Philip Morris’s shares are not very volatile and have only had 3 moves greater than 5% over the last year. In that context, today’s move indicates the market considers this news meaningful, although it might not be something that would fundamentally change its perception of the business.

The biggest move we wrote about over the last year was 2 months ago when the stock dropped 3.3% on the news that escalating geopolitical tensions in the Middle East sparked a surge in oil prices and stoked fears of a wider economic conflict, as Trump warned the conflict could last up to a month. 

The sell-off was broad, with the Dow Jones Industrial Average falling by more than 1,000 points, while the S&P 500 and Nasdaq Composite each dropped over 2%. Investor anxiety centered on a conflict involving Iran, which reportedly led to the shutdown of the Strait of Hormuz, a critical channel for global oil shipping. The disruption sent oil prices soaring, with international benchmark Brent crude topping $84 a barrel. 

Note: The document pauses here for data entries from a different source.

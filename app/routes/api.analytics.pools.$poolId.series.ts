import { readAnalyticsRequest } from "~/.server/analytics/request";
import { apiError } from "~/.server/guard";
import { poolSeries } from "~/.server/analytics/queries/pool-series";
import { seriesQuery } from "~/lib/analytics/params";
import { poolIdParams } from "~/lib/params";
import type { Route } from "./+types/api.analytics.pools.$poolId.series";

export async function loader({ request, params, context }: Route.LoaderArgs) {
  const { scope, query, window, thresholds } = await readAnalyticsRequest(request, context, "pools", seriesQuery, "api");
  const id = poolIdParams.safeParse(params);
  if (!id.success) throw apiError(400, "invalid_parameter", `poolId "${params.poolId}": ${id.error.issues[0]?.message}`, "poolId");
  const series = await poolSeries(scope, id.data.poolId, query.analyte, { window, thresholds, metal: null });
  if (!series) throw apiError(404, "not_found", `No pool ${id.data.poolId} in your scope.`);
  return Response.json(series);
}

These higher energy costs are fueling concerns about worsening inflation, which could further pressure households and businesses, and investors are growing worried that a prolonged conflict could inflict sustained damage on the global economy.

Philip Morris is up 12.5% since the beginning of the year, and at $180.39 per share, it is trading close to its 52-week high of $189.80 from February 2026. Investors who bought $1,000 worth of Philip Morris’s shares 5 years ago would now be looking at an investment worth $1,854.